■ **What to produce**: Reproduce the entries shown below only from the line with "columns are null." down to the line with "use crate::delays::shapiro_bodies;", keeping both end lines and copying each one exactly.

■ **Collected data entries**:
.....

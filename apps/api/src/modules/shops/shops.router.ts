import { Router } from 'express';
import { shopIdParamsSchema } from '@tappet/contracts';
import type { Database } from '../../db/write-lock';
import { authOf, requestInfo, requireAuth } from '../../middleware/authenticate';
import { authorize, shopOf, tenantContext } from '../../middleware/tenant-context';
import { bodyOf, validate } from '../../middleware/validate';
import { updateShopRequestSchema } from '@tappet/contracts';
import { toShopDetail, type ShopsService } from './shops.service';

/** /api/shops: the caller's shops, and everything inside one shop (behind the tenant context). */
export function shopsRouter(deps: { db: Database; shops: ShopsService }): Router {
  const router = Router();
  router.use(requireAuth);

  router.get('/', async (req, res) => {
    res.json({ shops: await deps.shops.listForUser(authOf(req).user.id) });
  });

  // Everything under /:shopId sees only the caller's own shop; anything else is a 404.
  router.use('/:shopId', tenantContext(deps.db));

  router.get('/:shopId', validate({ params: shopIdParamsSchema }), (req, res) => {
    authorize(req, 'read', 'Shop');
    res.json(toShopDetail(shopOf(req).shop));
  });

  router.patch('/:shopId', validate({ params: shopIdParamsSchema, body: updateShopRequestSchema }), async (req, res) => {
    authorize(req, 'update', 'Shop');
    const { shop } = shopOf(req);
    const { ip } = requestInfo(req);
    const updated = await deps.shops.update(shop, bodyOf(updateShopRequestSchema, req), { userId: authOf(req).user.id, ip });
    res.json(toShopDetail(updated));
  });

  return router;
}
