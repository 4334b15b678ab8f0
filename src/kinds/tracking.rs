//! `kind = "tracking"`: station range and Doppler measurements of a
//! spacecraft → light-time solutions, computed observables and residuals.
//! See the README for the table and column contract.
//!
//! Units are in the column names: light-time rows fill `computed_s`,
//! `residual_s`, `value_s`, `sigma_s`; Doppler rows fill `computed_hz`,
//! `residual_hz`, `value_hz`, `sigma_hz`; the other unit's columns are null.

use std::collections::BTreeMap;
use std::path::{Path, PathBuf};

use polars::prelude::*;
use serde::Deserialize;

use crate::constants::Constants;
use crate::delays::shapiro_bodies;
use crate::ephemeris::body_id;
use crate::io::Columns;
use crate::parallel::Exec;
use crate::pipeline::preflight::{Facts, Level, Preflight, check_coverage, check_earth, unknown_codes};
use crate::pipeline::provenance::kernel_coverage;
use crate::pipeline::shared::{EarthCfg, EphemerisCfg, OutputCfg, SharedInputs, StationsCfg, TimeCfg, load_shared, shared_provenance};
use crate::pipeline::table::assemble;
use crate::pipeline::tally::{PlotSpec, ResidualSet, Tally, Unit};
use crate::pipeline::{IoPaths, Kind, PipelineError, PipelineFile, Processed, Provenance, SynthOptions};
use crate::reject::{Reject, RejectCode};
use crate::stats::gaussian;
use crate::tracking::observables::{Kind as Observable, Measurement, TrackingContext, TrackingResult};
use crate::tracking::propagate::PointMassField;

#[derive(Debug, Deserialize)]
#[serde(deny_unknown_fields)]
struct InputCfg {
    path: PathBuf,
}

#[derive(Debug, Deserialize)]
#[serde(deny_unknown_fields)]
struct TargetCfg {
    /// NAIF id (integer) or name.
    body: toml::Value,
    #[serde(default)]
    transponder_delay_s: f64,
    /// [numerator, denominator]; default by uplink band.
    turnaround_ratio: Option<[f64; 2]>,
    /// CCSDS OEM files (KVN) giving the target's trajectory; they take
    /// precedence over the kernels.
    #[serde(default)]
    oem: Vec<PathBuf>,
}

#[derive(Debug, Default, Deserialize)]
#[serde(deny_unknown_fields)]
struct CorrectionsCfg {
    shapiro_bodies: Option<Vec<String>>,
    ppn_gamma: Option<f64>,
    troposphere: Option<TroposphereCfg>,
}
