/// Compares two tables.
///
/// `keys`: join columns (default `obs_id`). Returns the report and, when
/// `want_rows`, the per-row differences (matched rows with any difference,
/// and unmatched rows).
pub fn diff(path_a: &Path, path_b: &Path, keys: &[String], tol: &Tolerances, want_rows: bool) -> Result<(DiffReport, Option<RowDiffs>), DiffError> {
    let sa = schema(path_a)?;
    let sb = schema(path_b)?;
    for k in keys {
        if !sa.iter().any(|(n, _)| n == k) {
            return Err(DiffError::NoKey { path: path_a.into(), column: k.clone() });
        }
        if !sb.iter().any(|(n, _)| n == k) {
            return Err(DiffError::NoKey { path: path_b.into(), column: k.clone() });
        }
    }
    let mut all_columns: Vec<&str> = sa.iter().chain(&sb).map(|(n, _)| n.as_str()).collect();
    all_columns.dedup();
    tol.check_columns(&all_columns)?;
    let ka = key_buf(&read_columns(path_a, keys)?, keys, path_a)?;
    let kb = key_buf(&read_columns(path_b, keys)?, keys, path_b)?;
    check_unique(&ka, path_a)?;
    let ib = key_index(&kb, path_b)?;
    // Matched pairs in A's order; B rows never matched are "only in B".
    let mut matched_b = vec![false; kb.len()];
    let mut pairs: Vec<(u32, u32)> = Vec::with_capacity(ka.len().min(kb.len()));
    let mut only_a: Vec<String> = Vec::new();
    for i in 0..ka.len() {
        match ib.get(ka.get(i)) {
            Some(&j) => {
                matched_b[j] = true;
                pairs.push((i as u32, j as u32));
            }
            None => only_a.push(ka.get(i).to_string()),
        }
    }
    drop(ib);
    let only_b: Vec<String> = (0..kb.len()).filter(|j| !matched_b[*j]).map(|j| kb.get(j).to_string()).collect();

    let mut report = DiffReport { path_a: path_a.into(), path_b: path_b.into(), keys: keys.to_vec(), rows_a: ka.len(), rows_b: kb.len(), matched: pairs.len(), only_a, only_b, ..Default::default() };
    let tb: HashMap<&str, &DataType> = sb.iter().map(|(n, t)| (n.as_str(), t)).collect();
    let ta: HashMap<&str, &DataType> = sa.iter().map(|(n, t)| (n.as_str(), t)).collect();
    report.columns_only_a = sa.iter().filter(|(n, _)| !tb.contains_key(n.as_str())).map(|(n, _)| n.clone()).collect();
    report.columns_only_b = sb.iter().filter(|(n, _)| !ta.contains_key(n.as_str())).map(|(n, _)| n.clone()).collect();

    let mut row_changed = vec![false; pairs.len()];
    let mut row_cols: Vec<(String, Vec<f64>)> = Vec::new();
    for (name, dta) in &sa {
        if keys.contains(name) {
            continue;
        }
        let Some(dtb) = tb.get(name.as_str()) else { continue };
        if dta != *dtb {
            report.type_changes.push((name.clone(), dta.to_string(), dtb.to_string()));
        }
        let tolerance = tol.of(name);
        let ca = read_columns(path_a, std::slice::from_ref(name))?;
        let cb = read_columns(path_b, std::slice::from_ref(name))?;
        let (ca, cb) = (
            ca.column(name).map_err(|e| IoError::Parquet { path: path_a.into(), message: e.to_string() })?,
            cb.column(name).map_err(|e| IoError::Parquet { path: path_b.into(), message: e.to_string() })?,
        );
        let numeric = is_numeric(dta) && is_numeric(dtb);
        let mut cd = ColumnDiff {
            column: name.clone(),
            dtype_a: dta.to_string(),
            dtype_b: dtb.to_string(),
            numeric,
            tolerance,
            compared: pairs.len(),
            max_abs_delta: 0.0,
            rms_delta: 0.0,
            max_row_key: None,
            exceeding: 0,
        };
        if numeric {
            let (va, vb) = (as_f64(ca), as_f64(cb));
            let mut deltas = if want_rows { Vec::with_capacity(pairs.len()) } else { Vec::new() };
            let (mut sum2, mut finite_n) = (0.0f64, 0usize);
            for (p, &(i, j)) in pairs.iter().enumerate() {
                let (i, j) = (i as usize, j as usize);
                let (x, y) = (va[i], vb[j]);
                // NaN against NaN is equal; NaN against a number is a difference.
                let d = if x.is_nan() && y.is_nan() { 0.0 } else { y - x };
                let ad = if d.is_nan() { f64::INFINITY } else { d.abs() };
                if d.is_finite() {
                    sum2 += d * d;
                    finite_n += 1;
                }
                if ad > cd.max_abs_delta || (cd.max_row_key.is_none() && ad > 0.0) {
                    cd.max_abs_delta = ad;
                    cd.max_row_key = Some(ka.get(i).to_string());
                }
                if ad > tolerance {
                    cd.exceeding += 1;
                }
                if ad > 0.0 {
                    row_changed[p] = true;
                }
                if want_rows {
                    deltas.push(d);
                }
            }
            cd.rms_delta = if finite_n > 0 { (sum2 / finite_n as f64).sqrt() } else { 0.0 };
            if want_rows {
                row_cols.push((format!("{name}_delta"), deltas));
            }
        } else {
            let (va, vb) = (as_text(ca), as_text(cb));
            for (p, &(i, j)) in pairs.iter().enumerate() {
                let (i, j) = (i as usize, j as usize);
                if va[i] != vb[j] {
                    cd.exceeding += 1;
                    row_changed[p] = true;
                    if cd.max_row_key.is_none() {
                        cd.max_row_key = Some(ka.get(i).to_string());
                    }
                }
            }
            cd.max_abs_delta = if cd.exceeding > 0 { f64::INFINITY } else { 0.0 };
        }
        report.columns.push(cd);
    }

    // Provenance.
    let ma: BTreeMap<String, String> = read_parquet_metadata(path_a)?.into_iter().collect();
    let mb: BTreeMap<String, String> = read_parquet_metadata(path_b)?.into_iter().collect();
    let all: std::collections::BTreeSet<&String> = ma.keys().chain(mb.keys()).filter(|k| k.starts_with("lapse.")).collect();
    for k in all {
        let (a, b) = (ma.get(k), mb.get(k));
        if a != b && k != "lapse.run.started_utc" && k != "lapse.run.id" {
            report.provenance.push(ProvenanceChange { key: k.clone(), a: a.cloned(), b: b.cloned(), explains: explains(k), is_result: is_result(k) });
        }
    }

    let rows = want_rows.then(|| {
        let mut keys_out = Vec::new();
        let mut status = Vec::new();
        let sel: Vec<usize> = (0..pairs.len()).filter(|p| row_changed[*p]).collect();
        for &p in &sel {
            keys_out.push(ka.get(pairs[p].0 as usize).to_string());
            status.push("changed");
        }
        let n_changed = sel.len();
        for k in &report.only_a {
            keys_out.push(k.clone());
            status.push("only_a");
        }
        for k in &report.only_b {
            keys_out.push(k.clone());
            status.push("only_b");
        }
        let extra = keys_out.len() - n_changed;
        let columns = row_cols
            .into_iter()
            .map(|(n, d)| {
                let mut v: Vec<f64> = sel.iter().map(|&p| d[p]).collect();
                v.extend(std::iter::repeat_n(f64::NAN, extra));
                (n, v)
            })
            .collect();
        RowDiffs { keys: keys_out, status, columns }
    });
    Ok((report, rows))
}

.....

■ **Problem solution**:
//! `residual_hz`, `value_hz`, `sigma_hz`; the other unit's columns are null.

use std::collections::BTreeMap;
use std::path::{Path, PathBuf};

use polars::prelude::*;
use serde::Deserialize;

use crate::constants::Constants;
use crate::delays::shapiro_bodies;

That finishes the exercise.